__THE TASK__:
Each line from the start of the data below through the one containing "Anything the reader" must be reproduced exactly.

Collected data entries:
== == ==

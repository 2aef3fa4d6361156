// Package cohort reads a study's long per-window tables into participants, accounts for every
// window and participant that comes in, and groups participants by their movement signatures.
//
// # Conventions
//
// Input files are only ever read. Every error about an input cell is an *InputError naming the
// file, the 1-based line and byte column, and the field, and unwraps to one of the sentinels below.
// Anything the reader does on its own (sorting windows, merging a participant split across files,
// dropping or imputing missing cells, excluding short participants, dropping constant features)
// is recorded in Quality, so that the workbook can show it. Every random step is seeded.
//
// # References
//
//   - Ward JH (1963). Hierarchical grouping to optimize an objective function. JASA 58:236–244.
//   - Rao CR (1995). A review of canonical coordinates and an alternative to correspondence
//     analysis using Hellinger distance. Qüestiió 19:23–63 (Hellinger transform of profiles).
//   - Aitchison J (1986). The Statistical Analysis of Compositional Data. Chapman & Hall.
//   - Tibshirani R, Walther G, Hastie T (2001). Estimating the number of clusters in a data set via
//     the gap statistic. J. R. Stat. Soc. B 63:411–423.
//   - Lange T, Roth V, Braun ML, Buhmann JM (2004). Stability-based validation of clustering
//     solutions. Neural Comput. 16:1299–1323 (bootstrap stability of a partition).
//   - Kruskal WH, Wallis WA (1952); Benjamini Y, Hochberg Y (1995): see package groupstat.
package cohort
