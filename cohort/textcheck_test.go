package cohort

import (
	"bytes"
	"errors"
	"io"
	"strings"
	"testing"
)

// The eight-bytes-at-a-time scan must find the same first fault as the byte-by-byte one.
func FuzzTextFault(f *testing.F) {
	for _, s := range []string{"participant,window\nA,1\n", "M\xfcller,1\n", "abcdefgh\x00ijk", "abcdefg\x7f", "é日本\xe6\x97", "\t\r\n", "\xf0\x9f\x98\x80 ok"} {
		f.Add([]byte(s))
	}
	f.Fuzz(func(t *testing.T, b []byte) {
		if got, want := textFault(b, true), textCellFault(string(b)); got != want {
			t.Fatalf("textFault %d, byte by byte %d, on %q", got, want, b)
		}
		// A peek may end inside a rune; only a whole text is faulted for it.
		if off := textFault(b, false); off >= 0 && off != textFault(b, true) {
			t.Fatalf("a peek faulted at %d, the whole at %d", off, textFault(b, true))
		}
	})
}

func TestTextFault(t *testing.T) {
	t.Parallel()
	for _, c := range []struct {
		in    string
		whole bool
		want  int
	}{
		{"plain,ascii,text\r\n1,2,3\n", true, -1},
		{"tab\tseparated\n", true, -1},
		{"Müller, Zoë, 日本", true, -1},
		{"12345678\x01", true, 8},
		{"1234567\x7f", true, 7},
		{"ab\xe6\x97", true, 2},   // a rune cut at the end of the file
		{"ab\xe6\x97", false, -1}, // …or only at the end of a peek
		{"ab\xe6x\x97", false, 2}, // not a rune start followed by its tail
		{"\xc0\xaf", true, 0},     // an overlong encoding of '/'
	} {
		if got := textFault([]byte(c.in), c.whole); got != c.want {
			t.Errorf("textFault(%q, %v) = %d, want %d", c.in, c.whole, got, c.want)
		}
	}
}

// lineLimit refuses a line past MaxLineBytes whatever the reads' sizes, and passes the rest.
func TestLineLimit(t *testing.T) {
	t.Parallel()
	ok := strings.Repeat(strings.Repeat("x", 1000)+"\n", 3000) + strings.Repeat("y", MaxLineBytes) + "\nend"
	if b, err := io.ReadAll(newLineLimit(strings.NewReader(ok), "f")); err != nil || !bytes.Equal(b, []byte(ok)) {
		t.Fatalf("a line of exactly the limit: %v", err)
	}
	bad := strings.Repeat("x\n", 10) + strings.Repeat("y", MaxLineBytes+1) + "\n"
	for _, chunk := range []int{1 << 10, 1 << 16, 4 << 20} {
		l := newLineLimit(strings.NewReader(bad), "f")
		buf := make([]byte, chunk)
		var err error
		for err == nil {
			_, err = l.Read(buf)
		}
		var ie *InputError
		if !errors.As(err, &ie) || ie.Line != 11 {
			t.Errorf("reads of %d: %v", chunk, err)
		}
	}
}
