// pqText is a Parquet cell as text: strings as they are, integers in decimal, nulls empty.
func pqText(v parquet.Value) string {
	switch {
	case v.IsNull():
		return ""
	case v.Kind() == parquet.ByteArray || v.Kind() == parquet.FixedLenByteArray:
		return string(v.ByteArray())
	case v.Kind() == parquet.Int32 || v.Kind() == parquet.Int64:
		return strconv.FormatInt(v.Int64(), 10)
	}
	return v.String()
}
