package cohort

import (
	"bufio"
	"encoding/binary"
	"fmt"
	"math"
	"os"
	"sync"
	"unsafe"

	tempname "github.com/cohortmix/cohortmix/cohort/scratch"
)

// segRows is the number of windows in one in-memory segment.
const segRows = 1 << 15

// spillAfter is the number of values a store keeps in memory before it moves them to a
// temporary file (64 MiB of float64), unless ReadOptions.MemoryValues says otherwise.
const spillAfter int64 = 8 << 20

// store holds windows out of the heap's way, width values a window: in memory while they are
// few, then in a temporary file, read back one participant at a time. In the file a window's
// features (all values but the last two) are float32, which keeps 7 significant digits, more
// than accelerometer features carry, and halves the bytes written and read; the last two values
// (order key and source, bit patterns) stay 64-bit. The file is this process's scratch, in the
// machine's byte order, never read elsewhere; it lives in the folder the caller names and is
// removed by close.
type store struct {
	dir     string
	limit   int64 // values held in memory before the file; 0 means spillAfter
	width   int
	mem     [][]float64 // segments of segRows windows: growing never copies what is held
	file    *os.File
	w       *bufio.Writer
	n       int64 // values appended
	flushed int64 // values readable from the file
	enc     []byte
	// A store on a windows file (ReadWindows) reads it in place: its rows from byte base on, in
	// the windows file's packed little-endian layout (packed), and the file is not the store's to
	// remove (borrowed).
	base             int64
	packed, borrowed bool
}

// rowBytes is the size of a window in the file: the float32 features padded to 8 bytes, so
// that the two 64-bit values are aligned, then those.
func (s *store) rowBytes() int {
	if s.packed {
		return windowBytes(s.width)
	}
	return featBytes(s.width-2) + 16
}

func featBytes(d int) int { return 8 * ((d + 1) / 2) }

// append adds whole windows (a multiple of width values).
func (s *store) append(vals []float64) error {
	limit := s.limit
	if limit <= 0 {
		limit = spillAfter
	}
	if s.file == nil && s.n+int64(len(vals)) <= limit {
		seg := segRows * s.width
		for len(vals) > 0 {
			if len(s.mem) == 0 || len(s.mem[len(s.mem)-1]) == seg {
				s.mem = append(s.mem, make([]float64, 0, seg))
			}
			last := &s.mem[len(s.mem)-1]
			k := min(len(vals), seg-len(*last))
			*last = append(*last, vals[:k]...)
			vals = vals[k:]
			s.n += int64(k)
		}
		return nil
	}
	if s.file == nil {
		f, err := os.CreateTemp(s.dir, tempname.Pattern(".cohortmix-windows", ".tmp"))
		if err != nil {
			return fmt.Errorf("cohort: cannot create a temporary file for the windows in %s: %w; name a writable folder in cohort.ReadOptions.TempDir", s.dir, err)
		}
		s.file, s.w = f, bufio.NewWriterSize(f, 1<<20)
		for _, seg := range s.mem {
			if err := s.writeValues(seg); err != nil {
				return err
			}
		}
		s.mem = nil
	}
	if err := s.writeValues(vals); err != nil {
		return err
	}
	s.n += int64(len(vals))
	return nil
}

func (s *store) writeValues(vals []float64) error {
	w, rb := s.width, s.rowBytes()
	rows := len(vals) / w
	if cap(s.enc) < rows*rb {
		s.enc = make([]byte, rows*rb)
	}
	b := s.enc[:rows*rb]
	encodeRows(b, vals, w)
	if _, err := s.w.Write(b); err != nil {
		return fmt.Errorf("cohort: writing the temporary windows file in %s: %w; free disk space or name another folder in cohort.ReadOptions.TempDir", s.dir, err)
	}
	return nil
}

// encodeRows writes windows of w values in the file's form.
func encodeRows(b []byte, vals []float64, w int) {
	d := w - 2
	fb := featBytes(d)
	rb := fb + 16
	for i, o := 0, 0; i+w <= len(vals); i, o = i+w, o+rb {
		f := unsafe.Slice((*float32)(unsafe.Pointer(&b[o])), d)
		for j, v := range vals[i : i+d] {
			f[j] = float32(v)
		}
		tail := unsafe.Slice((*float64)(unsafe.Pointer(&b[o+fb])), 2)
		tail[0], tail[1] = vals[i+d], vals[i+d+1]
	}
}

// flush makes everything appended readable.
func (s *store) flush() error {
	if s.w == nil || s.flushed == s.n {
		return nil
	}
	if err := s.w.Flush(); err != nil {
		return fmt.Errorf("cohort: writing the temporary windows file in %s: %w; free disk space or name another folder in cohort.ReadOptions.TempDir", s.dir, err)
	}
	s.flushed = s.n
	return nil
}

// scratch holds the bytes of windows read from a store's file.
var scratch = sync.Pool{New: func() any { return new([]byte) }}

// read returns rows windows from window at, keeping the columns cols of each (all columns when
// cols is nil), row-major, into dst (reused when large enough).
func (s *store) read(at int64, rows int, cols []int, dst []float64) ([]float64, error) {
	w := s.width
	d := w
	if cols != nil {
		d = len(cols)
	}
	if cap(dst) < rows*d {
		dst = make([]float64, rows*d)
	}
	dst = dst[:rows*d]
	if s.file == nil {
		for i := 0; i < rows; {
			seg, r := int((at+int64(i))/segRows), int((at+int64(i))%segRows)
			k := min(rows-i, segRows-r)
			gather(dst[i*d:(i+k)*d], s.mem[seg][r*w:(r+k)*w], w, cols)
			i += k
		}
		return dst, nil
	}
	if end := (at + int64(rows)) * int64(w); end > s.flushed {
		if err := s.flush(); err != nil {
			return nil, err
		}
	}
	rb := s.rowBytes()
	bp := scratch.Get().(*[]byte)
	defer scratch.Put(bp)
	if cap(*bp) < rows*rb {
		*bp = make([]byte, rows*rb)
	}
	buf := (*bp)[:rows*rb]
	if _, err := s.file.ReadAt(buf, s.base+at*int64(rb)); err != nil {
		return nil, fmt.Errorf("cohort: reading the windows file %s: %w", s.file.Name(), err)
	}
	fd := w - 2
	if s.packed {
		decodePacked(dst, buf, rows, w, cols)
		return dst, nil
	}
	// The usual request, the features in their order, is a plain conversion of each row's start.
	prefix := cols != nil && len(cols) <= fd
	for a, j := range cols {
		prefix = prefix && j == a
	}
	for i := 0; i < rows; i++ {
		f := unsafe.Slice((*float32)(unsafe.Pointer(&buf[i*rb])), fd)
		tail := unsafe.Slice((*float64)(unsafe.Pointer(&buf[i*rb+featBytes(fd)])), 2)
		out := dst[i*d : (i+1)*d]
		if prefix {
			for j, v := range f[:len(out)] {
				out[j] = float64(v)
			}
			continue
		}
		if cols == nil {
			for j, v := range f {
				out[j] = float64(v)
			}
			out[fd], out[fd+1] = tail[0], tail[1]
			continue
		}
		for a, j := range cols {
			if j < fd {
				out[a] = float64(f[j])
			} else {
				out[a] = tail[j-fd]
			}
		}
	}
	return dst, nil
}

// readRuns is read over several stretches of windows, one after the other in dst (reused when
// large enough); cols as for read.
func (s *store) readRuns(runs []run, cols []int, dst []float64) ([]float64, error) {
	d, rows := s.width, 0
	if cols != nil {
		d = len(cols)
	}
	for _, rn := range runs {
		rows += rn.rows
	}
	if cap(dst) < rows*d {
		dst = make([]float64, rows*d)
	}
	dst = dst[:rows*d]
	off := 0
	for _, rn := range runs {
		// A part exactly as long as the stretch is filled in place.
		part := dst[off : off+rn.rows*d : off+rn.rows*d]
		if _, err := s.read(rn.at, rn.rows, cols, part); err != nil {
			return nil, err
		}
		off += rn.rows * d
	}
	return dst, nil
}

// gather copies the columns cols of each row of src (width w) into dst; all of them when cols
// is nil.
func gather(dst, src []float64, w int, cols []int) {
	if cols == nil {
		copy(dst, src)
		return
	}
	d := len(cols)
	for i, o := 0, 0; i+w <= len(src); i, o = i+w, o+d {
		row, out := src[i:i+w], dst[o:o+d]
		for a, j := range cols {
			out[a] = row[j]
		}
	}
}

// close frees the memory and removes the file.
func (s *store) close() error {
	s.mem = nil
	if s.file == nil {
		return nil
	}
	name := s.file.Name()
	err := s.file.Close()
	s.file = nil
	if s.borrowed {
		return err
	}
	return os.Remove(name)
}

// decodePacked decodes rows windows of the windows file's layout (WriteWindows: features as
// float32, then the order key and source as float64, little-endian) into dst, keeping the columns
// cols of each (all when nil).
func decodePacked(dst []float64, buf []byte, rows, w int, cols []int) {
	fd, rb := w-2, windowBytes(w)
	d := w
	if cols != nil {
		d = len(cols)
	}
	value := func(in []byte, j int) float64 {
		if j < fd {
			return float64(math.Float32frombits(binary.LittleEndian.Uint32(in[4*j:])))
		}
		return math.Float64frombits(binary.LittleEndian.Uint64(in[4*fd+8*(j-fd):]))
	}
	for i := 0; i < rows; i++ {
		in, out := buf[i*rb:(i+1)*rb], dst[i*d:(i+1)*d]
		if cols == nil {
			for j := range out {
				out[j] = value(in, j)
			}
			continue
		}
		for a, j := range cols {
			out[a] = value(in, j)
		}
	}
}

// spilled reports whether the values live in a file.
func (s *store) spilled() bool { return s.file != nil }
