// checkRead checks the features and the reading settings.
func (m *Model) checkRead() error {
	if len(m.Features) == 0 {
		return errors.New("no features")
	}
	if v := m.Read.ValidDay; v != "" && v != "auto" {
		if h, err := time.ParseDuration(v); err != nil || h <= 0 || h > 24*time.Hour {
			return fmt.Errorf("read.ValidDay %q is not hours of wear", v)
		}
	}
	if _, err := clock.In(m.Read.TimeZone); err != nil {
		return fmt.Errorf("read.TimeZone: %w", err)
	}
	return nil
}

// checkFit checks the settings the model was fitted with.
func (m *Model) checkFit() error {
	if f := m.Fit; f != nil && f.Signature == "day-parts" {
		if err := profile.DayParts(f.DayParts).Check(); err != nil && len(f.DayParts) > 0 {
			return fmt.Errorf("fit.day_parts: %w", err)
		}
	}
	if m.Version >= 3 && m.Fit == nil || m.Version < 3 && m.Options == nil {
		return fmt.Errorf("a version %d model without the settings it was fitted with", m.Version)
	}
	if f := m.Fit; f != nil {
		if _, err := normalize.ParseWithin(f.Within); err != nil {
			return err
		}
		if _, err := group.ParseMethod(f.Method); err != nil {
			return err
		}
		if len(f.States) == 0 || len(f.Groups) == 0 {
			return errors.New("the settings name no numbers of states or groups")
		}
	}
	return nil
}

// dims are the number of features and of normalized columns (the PCA's components, when there
// is a PCA); checkNormalize has checked the PCA's shape.
func (m *Model) dims() (d, dim int) {
	d, dim = len(m.Features), len(m.Features)
	if m.Normalize.PCA != nil {
		dim = len(m.Normalize.PCA[0])
	}
	return d, dim
}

== == ==

__OUTPUT BELOW__:
repository 2aef3fa4d6361156
// Package cohort reads a study's long per-window tables into participants, accounts for every
// window and participant that comes in, and groups participants by their movement signatures.
//
// # Conventions
//
// Input files are only ever read. Every error about an input cell is an *InputError naming the
// file, the 1-based line and byte column, and the field, and unwraps to one of the sentinels below.
// Anything the reader does on its own (sorting windows, merging a participant split across files,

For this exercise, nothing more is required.